··· INPUT FOR THIS TASK
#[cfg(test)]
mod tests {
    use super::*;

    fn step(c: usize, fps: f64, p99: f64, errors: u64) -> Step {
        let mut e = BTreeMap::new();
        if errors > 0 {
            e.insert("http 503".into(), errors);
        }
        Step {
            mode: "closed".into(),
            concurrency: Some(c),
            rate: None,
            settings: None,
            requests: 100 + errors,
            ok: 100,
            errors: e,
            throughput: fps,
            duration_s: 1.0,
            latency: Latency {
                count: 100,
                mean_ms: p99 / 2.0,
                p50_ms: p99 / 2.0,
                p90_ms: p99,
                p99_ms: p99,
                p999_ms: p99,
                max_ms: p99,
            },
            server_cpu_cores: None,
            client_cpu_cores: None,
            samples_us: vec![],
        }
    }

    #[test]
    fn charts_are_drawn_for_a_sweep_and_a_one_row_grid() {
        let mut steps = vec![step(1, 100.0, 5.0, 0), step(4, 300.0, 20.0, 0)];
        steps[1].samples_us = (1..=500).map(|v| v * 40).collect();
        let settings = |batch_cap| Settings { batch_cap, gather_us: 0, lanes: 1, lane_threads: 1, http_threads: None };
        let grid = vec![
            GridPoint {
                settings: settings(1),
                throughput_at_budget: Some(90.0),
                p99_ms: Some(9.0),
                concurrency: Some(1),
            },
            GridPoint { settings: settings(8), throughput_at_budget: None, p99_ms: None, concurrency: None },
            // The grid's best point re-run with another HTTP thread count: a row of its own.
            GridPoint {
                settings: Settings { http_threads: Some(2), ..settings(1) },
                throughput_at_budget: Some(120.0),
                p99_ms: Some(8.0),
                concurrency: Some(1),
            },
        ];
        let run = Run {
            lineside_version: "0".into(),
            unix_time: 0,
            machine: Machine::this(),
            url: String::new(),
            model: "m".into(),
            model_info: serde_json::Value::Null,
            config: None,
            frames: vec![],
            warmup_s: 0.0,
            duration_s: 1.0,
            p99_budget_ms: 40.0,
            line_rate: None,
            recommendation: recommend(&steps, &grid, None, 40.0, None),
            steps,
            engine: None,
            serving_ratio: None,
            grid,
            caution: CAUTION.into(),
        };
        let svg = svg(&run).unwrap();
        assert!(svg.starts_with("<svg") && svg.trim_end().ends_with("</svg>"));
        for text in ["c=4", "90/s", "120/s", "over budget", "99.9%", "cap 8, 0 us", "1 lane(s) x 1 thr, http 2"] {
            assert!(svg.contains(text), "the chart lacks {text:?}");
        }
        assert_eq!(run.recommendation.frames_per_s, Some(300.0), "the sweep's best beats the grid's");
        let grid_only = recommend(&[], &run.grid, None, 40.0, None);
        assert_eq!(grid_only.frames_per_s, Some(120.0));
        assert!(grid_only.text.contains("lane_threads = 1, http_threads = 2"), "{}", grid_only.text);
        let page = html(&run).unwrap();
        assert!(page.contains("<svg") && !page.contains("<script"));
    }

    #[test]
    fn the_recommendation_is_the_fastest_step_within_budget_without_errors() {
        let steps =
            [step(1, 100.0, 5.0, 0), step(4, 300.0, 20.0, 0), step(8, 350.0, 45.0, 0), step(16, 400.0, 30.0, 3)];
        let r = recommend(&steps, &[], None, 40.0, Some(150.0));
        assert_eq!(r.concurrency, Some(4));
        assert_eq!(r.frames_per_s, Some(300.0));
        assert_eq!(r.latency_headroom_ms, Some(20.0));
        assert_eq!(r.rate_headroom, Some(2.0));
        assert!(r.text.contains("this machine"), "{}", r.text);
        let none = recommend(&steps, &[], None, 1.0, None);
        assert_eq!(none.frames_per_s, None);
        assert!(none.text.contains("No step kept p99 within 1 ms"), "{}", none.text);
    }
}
······
··· INPUT FOR THIS TASK
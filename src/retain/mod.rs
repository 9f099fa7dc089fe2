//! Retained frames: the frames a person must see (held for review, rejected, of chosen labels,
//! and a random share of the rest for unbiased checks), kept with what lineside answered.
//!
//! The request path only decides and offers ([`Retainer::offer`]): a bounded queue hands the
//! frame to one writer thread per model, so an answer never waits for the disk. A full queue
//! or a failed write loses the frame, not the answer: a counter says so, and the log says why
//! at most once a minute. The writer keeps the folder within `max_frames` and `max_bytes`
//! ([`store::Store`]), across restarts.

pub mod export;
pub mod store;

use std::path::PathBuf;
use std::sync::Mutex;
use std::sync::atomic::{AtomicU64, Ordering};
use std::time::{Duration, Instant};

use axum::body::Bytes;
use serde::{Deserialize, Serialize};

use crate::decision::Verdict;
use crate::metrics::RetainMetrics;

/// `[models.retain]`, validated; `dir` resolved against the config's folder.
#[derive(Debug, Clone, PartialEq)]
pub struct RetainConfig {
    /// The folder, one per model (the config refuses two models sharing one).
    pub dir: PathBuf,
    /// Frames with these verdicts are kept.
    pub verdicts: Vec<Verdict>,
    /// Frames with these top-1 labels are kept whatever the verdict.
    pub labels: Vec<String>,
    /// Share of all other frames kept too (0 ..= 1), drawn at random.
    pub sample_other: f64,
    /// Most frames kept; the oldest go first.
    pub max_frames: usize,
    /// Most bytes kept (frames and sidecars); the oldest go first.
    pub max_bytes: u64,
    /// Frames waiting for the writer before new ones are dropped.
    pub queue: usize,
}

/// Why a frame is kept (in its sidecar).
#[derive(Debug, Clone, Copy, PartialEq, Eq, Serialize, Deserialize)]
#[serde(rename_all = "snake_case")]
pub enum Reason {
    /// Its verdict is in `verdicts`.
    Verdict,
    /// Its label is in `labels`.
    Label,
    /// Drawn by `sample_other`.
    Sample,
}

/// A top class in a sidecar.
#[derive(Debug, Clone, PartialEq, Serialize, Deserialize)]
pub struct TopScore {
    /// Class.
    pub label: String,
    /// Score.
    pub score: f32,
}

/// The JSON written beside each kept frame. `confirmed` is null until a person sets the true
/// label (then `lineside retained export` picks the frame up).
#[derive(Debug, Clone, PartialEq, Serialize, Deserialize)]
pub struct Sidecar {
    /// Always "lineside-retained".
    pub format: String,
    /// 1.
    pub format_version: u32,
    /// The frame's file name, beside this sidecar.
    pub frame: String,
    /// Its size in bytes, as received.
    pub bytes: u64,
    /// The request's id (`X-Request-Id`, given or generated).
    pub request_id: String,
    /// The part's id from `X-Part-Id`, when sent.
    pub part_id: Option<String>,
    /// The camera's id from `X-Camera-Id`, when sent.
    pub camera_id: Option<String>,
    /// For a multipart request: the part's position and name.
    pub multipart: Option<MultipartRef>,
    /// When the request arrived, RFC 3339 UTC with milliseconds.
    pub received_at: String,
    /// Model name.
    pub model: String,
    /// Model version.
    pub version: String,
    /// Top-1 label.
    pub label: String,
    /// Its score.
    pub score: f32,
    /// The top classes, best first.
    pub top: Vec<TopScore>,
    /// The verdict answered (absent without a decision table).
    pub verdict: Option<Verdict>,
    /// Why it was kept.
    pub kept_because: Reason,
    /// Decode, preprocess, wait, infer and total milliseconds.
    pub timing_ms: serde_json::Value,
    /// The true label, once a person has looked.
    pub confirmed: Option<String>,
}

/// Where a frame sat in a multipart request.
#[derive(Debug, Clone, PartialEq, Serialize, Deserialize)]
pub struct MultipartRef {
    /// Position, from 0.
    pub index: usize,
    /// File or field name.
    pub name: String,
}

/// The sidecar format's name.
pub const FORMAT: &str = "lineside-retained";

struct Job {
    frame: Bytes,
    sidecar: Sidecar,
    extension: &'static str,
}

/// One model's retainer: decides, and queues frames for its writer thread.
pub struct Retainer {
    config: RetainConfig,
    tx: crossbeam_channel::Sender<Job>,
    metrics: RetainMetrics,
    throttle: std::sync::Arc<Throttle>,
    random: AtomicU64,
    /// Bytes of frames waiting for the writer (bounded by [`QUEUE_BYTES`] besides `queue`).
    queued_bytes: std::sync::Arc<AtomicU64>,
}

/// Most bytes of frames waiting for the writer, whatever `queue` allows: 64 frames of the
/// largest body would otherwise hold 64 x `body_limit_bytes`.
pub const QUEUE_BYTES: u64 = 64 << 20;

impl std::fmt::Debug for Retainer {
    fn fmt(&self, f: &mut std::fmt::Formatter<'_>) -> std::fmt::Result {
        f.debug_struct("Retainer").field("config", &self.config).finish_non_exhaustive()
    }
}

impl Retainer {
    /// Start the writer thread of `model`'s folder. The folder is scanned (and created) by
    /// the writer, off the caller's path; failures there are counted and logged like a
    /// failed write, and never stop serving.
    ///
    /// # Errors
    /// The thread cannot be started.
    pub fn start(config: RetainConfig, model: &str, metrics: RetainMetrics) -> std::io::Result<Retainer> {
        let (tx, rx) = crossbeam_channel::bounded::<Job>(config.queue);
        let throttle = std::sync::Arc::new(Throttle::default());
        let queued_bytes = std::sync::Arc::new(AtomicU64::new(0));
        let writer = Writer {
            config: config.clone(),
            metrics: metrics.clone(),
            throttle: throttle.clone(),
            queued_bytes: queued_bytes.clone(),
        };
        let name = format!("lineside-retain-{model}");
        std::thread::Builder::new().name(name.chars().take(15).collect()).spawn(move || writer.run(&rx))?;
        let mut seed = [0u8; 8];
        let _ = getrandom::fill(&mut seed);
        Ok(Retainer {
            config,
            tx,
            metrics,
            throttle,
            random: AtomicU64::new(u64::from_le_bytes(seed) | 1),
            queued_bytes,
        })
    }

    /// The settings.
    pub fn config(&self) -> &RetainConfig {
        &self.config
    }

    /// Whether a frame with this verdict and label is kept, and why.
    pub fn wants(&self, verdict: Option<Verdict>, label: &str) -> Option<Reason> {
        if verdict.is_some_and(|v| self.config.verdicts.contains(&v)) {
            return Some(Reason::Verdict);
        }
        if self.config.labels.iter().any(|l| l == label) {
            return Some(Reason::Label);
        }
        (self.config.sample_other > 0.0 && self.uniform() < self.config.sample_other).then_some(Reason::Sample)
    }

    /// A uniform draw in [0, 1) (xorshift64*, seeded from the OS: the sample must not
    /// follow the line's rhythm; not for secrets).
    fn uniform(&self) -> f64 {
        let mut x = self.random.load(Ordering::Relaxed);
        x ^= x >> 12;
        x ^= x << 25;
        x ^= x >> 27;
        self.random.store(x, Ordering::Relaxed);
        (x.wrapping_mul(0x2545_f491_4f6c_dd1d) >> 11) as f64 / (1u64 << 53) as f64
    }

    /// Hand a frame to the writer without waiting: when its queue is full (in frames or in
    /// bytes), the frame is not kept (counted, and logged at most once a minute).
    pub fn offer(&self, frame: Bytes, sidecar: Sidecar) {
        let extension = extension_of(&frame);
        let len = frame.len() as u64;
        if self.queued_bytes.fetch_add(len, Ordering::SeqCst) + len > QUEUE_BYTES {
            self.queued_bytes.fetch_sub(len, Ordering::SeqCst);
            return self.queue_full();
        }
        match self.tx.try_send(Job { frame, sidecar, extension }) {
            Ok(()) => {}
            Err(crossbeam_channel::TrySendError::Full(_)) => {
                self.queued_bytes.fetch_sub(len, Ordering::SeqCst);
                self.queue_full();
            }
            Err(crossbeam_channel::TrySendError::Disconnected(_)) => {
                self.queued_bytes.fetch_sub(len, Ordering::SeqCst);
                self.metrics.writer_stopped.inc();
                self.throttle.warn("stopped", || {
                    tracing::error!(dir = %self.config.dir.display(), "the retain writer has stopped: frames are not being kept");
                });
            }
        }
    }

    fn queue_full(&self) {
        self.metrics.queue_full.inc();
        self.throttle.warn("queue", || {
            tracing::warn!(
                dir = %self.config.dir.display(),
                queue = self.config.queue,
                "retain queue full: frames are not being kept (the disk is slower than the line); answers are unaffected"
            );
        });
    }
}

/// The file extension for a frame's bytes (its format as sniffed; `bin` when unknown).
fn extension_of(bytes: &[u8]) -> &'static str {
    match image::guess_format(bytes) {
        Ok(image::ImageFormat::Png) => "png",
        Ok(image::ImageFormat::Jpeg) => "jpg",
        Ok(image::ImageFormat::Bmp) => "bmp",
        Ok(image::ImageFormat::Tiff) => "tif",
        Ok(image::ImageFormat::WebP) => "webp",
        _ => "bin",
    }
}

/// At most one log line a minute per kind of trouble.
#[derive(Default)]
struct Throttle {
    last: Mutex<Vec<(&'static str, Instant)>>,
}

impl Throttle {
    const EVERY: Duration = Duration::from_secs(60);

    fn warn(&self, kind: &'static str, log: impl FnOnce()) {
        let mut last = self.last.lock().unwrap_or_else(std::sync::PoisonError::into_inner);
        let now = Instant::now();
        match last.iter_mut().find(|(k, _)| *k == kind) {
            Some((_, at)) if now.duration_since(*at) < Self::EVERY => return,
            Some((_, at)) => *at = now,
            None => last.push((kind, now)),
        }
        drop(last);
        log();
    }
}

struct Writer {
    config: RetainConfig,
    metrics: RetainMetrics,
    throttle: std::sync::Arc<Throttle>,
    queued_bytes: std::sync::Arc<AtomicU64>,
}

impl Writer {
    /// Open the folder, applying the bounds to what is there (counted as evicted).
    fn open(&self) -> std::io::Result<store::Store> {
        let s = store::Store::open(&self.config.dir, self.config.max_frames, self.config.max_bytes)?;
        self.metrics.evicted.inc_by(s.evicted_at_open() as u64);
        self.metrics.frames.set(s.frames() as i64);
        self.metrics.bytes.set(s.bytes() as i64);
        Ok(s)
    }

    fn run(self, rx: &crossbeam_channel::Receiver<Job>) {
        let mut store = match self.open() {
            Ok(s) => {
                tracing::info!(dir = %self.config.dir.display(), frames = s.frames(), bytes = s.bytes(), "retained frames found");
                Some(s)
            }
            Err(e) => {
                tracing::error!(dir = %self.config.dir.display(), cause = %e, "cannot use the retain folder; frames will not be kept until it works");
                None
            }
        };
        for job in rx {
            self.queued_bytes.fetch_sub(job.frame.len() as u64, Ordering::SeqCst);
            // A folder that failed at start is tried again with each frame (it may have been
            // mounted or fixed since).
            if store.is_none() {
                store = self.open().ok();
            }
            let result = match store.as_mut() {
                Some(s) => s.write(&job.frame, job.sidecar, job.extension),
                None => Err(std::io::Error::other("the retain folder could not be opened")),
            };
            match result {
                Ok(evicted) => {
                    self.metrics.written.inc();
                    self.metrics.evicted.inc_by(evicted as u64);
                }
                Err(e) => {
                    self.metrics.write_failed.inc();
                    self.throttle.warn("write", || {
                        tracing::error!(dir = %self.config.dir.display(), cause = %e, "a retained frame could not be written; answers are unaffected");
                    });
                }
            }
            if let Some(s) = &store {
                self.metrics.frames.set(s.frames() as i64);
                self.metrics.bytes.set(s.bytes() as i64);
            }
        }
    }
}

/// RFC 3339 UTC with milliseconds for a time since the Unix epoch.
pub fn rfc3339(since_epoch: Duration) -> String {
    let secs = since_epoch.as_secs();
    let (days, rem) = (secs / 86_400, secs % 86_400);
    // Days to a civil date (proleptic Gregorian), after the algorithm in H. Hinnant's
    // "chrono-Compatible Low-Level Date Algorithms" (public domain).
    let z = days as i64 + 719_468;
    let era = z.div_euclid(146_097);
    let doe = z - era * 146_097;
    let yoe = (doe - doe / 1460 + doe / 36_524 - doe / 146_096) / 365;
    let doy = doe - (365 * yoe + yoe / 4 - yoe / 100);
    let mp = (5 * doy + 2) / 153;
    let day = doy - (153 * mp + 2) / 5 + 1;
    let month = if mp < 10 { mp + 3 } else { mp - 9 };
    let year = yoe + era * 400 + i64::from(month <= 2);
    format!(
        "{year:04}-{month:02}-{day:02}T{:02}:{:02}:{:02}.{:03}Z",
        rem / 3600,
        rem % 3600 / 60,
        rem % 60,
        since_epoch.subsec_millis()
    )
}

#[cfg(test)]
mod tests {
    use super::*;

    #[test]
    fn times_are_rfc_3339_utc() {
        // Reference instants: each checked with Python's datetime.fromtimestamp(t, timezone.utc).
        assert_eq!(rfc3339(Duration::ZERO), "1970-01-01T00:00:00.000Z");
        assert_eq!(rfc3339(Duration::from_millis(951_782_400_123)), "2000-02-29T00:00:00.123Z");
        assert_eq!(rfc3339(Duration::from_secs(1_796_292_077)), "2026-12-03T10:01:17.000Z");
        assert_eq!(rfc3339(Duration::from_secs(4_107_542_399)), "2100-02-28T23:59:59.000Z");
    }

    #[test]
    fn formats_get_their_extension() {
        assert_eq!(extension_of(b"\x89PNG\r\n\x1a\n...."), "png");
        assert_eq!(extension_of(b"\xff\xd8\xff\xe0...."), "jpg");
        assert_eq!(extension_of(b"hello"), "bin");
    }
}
······
··· INPUT FOR THIS TASK
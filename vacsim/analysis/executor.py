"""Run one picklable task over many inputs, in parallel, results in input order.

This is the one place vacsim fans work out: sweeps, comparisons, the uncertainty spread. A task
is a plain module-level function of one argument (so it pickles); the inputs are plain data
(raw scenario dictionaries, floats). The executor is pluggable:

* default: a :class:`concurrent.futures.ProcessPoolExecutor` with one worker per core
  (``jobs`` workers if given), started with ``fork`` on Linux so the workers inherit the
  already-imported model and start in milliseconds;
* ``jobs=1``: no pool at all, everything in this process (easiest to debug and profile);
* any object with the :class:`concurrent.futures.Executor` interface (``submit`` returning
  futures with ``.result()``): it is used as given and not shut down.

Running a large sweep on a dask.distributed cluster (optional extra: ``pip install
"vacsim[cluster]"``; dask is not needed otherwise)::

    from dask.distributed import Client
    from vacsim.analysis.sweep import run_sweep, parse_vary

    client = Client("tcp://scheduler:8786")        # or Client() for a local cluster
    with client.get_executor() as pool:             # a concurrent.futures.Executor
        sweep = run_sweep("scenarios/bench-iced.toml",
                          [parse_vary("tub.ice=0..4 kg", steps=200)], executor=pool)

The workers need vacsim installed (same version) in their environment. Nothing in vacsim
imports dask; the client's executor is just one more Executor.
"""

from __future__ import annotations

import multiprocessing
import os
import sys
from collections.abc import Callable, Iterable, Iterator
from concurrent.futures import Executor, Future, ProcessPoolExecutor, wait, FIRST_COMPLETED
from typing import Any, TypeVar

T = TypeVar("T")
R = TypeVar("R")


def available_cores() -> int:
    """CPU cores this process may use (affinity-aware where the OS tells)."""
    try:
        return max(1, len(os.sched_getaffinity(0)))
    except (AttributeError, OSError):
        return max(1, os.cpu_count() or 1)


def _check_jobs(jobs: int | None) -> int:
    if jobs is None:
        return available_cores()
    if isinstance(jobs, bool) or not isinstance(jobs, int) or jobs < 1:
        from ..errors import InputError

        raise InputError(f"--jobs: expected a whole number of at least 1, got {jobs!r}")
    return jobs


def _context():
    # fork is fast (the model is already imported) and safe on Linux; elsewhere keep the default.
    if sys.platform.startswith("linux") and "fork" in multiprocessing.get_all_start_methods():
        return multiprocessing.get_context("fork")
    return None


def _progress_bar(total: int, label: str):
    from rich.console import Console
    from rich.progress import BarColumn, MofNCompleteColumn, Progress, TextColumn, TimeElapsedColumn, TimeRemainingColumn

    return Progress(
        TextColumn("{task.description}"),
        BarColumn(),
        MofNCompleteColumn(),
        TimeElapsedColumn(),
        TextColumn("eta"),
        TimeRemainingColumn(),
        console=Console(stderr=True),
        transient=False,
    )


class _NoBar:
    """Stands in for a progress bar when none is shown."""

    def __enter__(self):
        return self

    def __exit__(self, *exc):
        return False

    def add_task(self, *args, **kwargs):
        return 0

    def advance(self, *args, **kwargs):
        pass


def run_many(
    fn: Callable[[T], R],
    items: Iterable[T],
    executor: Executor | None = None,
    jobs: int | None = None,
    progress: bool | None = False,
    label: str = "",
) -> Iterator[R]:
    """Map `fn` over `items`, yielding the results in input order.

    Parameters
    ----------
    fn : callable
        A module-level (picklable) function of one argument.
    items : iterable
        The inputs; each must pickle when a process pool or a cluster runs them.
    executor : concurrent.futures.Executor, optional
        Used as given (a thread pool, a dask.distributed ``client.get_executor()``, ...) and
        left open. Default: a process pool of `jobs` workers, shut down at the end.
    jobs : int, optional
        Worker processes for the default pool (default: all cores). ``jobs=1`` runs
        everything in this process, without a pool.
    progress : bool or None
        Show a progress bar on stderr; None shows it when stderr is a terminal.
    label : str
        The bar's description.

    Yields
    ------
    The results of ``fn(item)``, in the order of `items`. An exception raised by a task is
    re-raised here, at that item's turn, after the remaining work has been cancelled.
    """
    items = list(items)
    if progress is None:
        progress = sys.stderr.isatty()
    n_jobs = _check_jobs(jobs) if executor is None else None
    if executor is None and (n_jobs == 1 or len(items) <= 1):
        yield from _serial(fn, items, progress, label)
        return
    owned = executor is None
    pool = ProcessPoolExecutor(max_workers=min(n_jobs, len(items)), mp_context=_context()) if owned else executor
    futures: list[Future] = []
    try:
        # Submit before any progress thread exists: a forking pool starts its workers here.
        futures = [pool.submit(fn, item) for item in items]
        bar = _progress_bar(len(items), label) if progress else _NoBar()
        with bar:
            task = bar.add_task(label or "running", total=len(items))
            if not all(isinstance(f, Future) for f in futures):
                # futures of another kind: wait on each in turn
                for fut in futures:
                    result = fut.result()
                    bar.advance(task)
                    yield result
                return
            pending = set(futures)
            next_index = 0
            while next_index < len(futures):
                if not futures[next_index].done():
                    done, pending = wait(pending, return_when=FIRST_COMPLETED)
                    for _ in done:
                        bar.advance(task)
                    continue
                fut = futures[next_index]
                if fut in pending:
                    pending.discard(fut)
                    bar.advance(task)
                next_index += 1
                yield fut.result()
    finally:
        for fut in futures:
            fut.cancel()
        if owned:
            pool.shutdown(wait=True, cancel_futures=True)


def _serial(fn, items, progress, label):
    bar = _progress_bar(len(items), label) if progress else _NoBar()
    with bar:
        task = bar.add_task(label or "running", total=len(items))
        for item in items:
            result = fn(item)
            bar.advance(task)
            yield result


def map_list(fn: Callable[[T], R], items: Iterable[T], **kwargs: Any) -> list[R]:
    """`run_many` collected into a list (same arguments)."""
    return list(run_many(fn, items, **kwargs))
······
**PROBLEM TO SOLVE**
From the data above, return every line from the line that has "of its own." up to and including the line that has "let svg = svg(&run).unwrap();", exactly.

**YOUR RESPONSE**
            // The grid's best point re-run with another HTTP thread count: a row of its own.
            GridPoint {
                settings: Settings { http_threads: Some(2), ..settings(1) },
                throughput_at_budget: Some(120.0),
                p99_ms: Some(8.0),
                concurrency: Some(1),
            },
        ];
        let run = Run {
            lineside_version: "0".into(),
            unix_time: 0,
            machine: Machine::this(),
            url: String::new(),
            model: "m".into(),
            model_info: serde_json::Value::Null,
            config: None,
            frames: vec![],
            warmup_s: 0.0,
            duration_s: 1.0,
            p99_budget_ms: 40.0,
            line_rate: None,
            recommendation: recommend(&steps, &grid, None, 40.0, None),
            steps,
            engine: None,
            serving_ratio: None,
            grid,
            caution: CAUTION.into(),
        };
        let svg = svg(&run).unwrap();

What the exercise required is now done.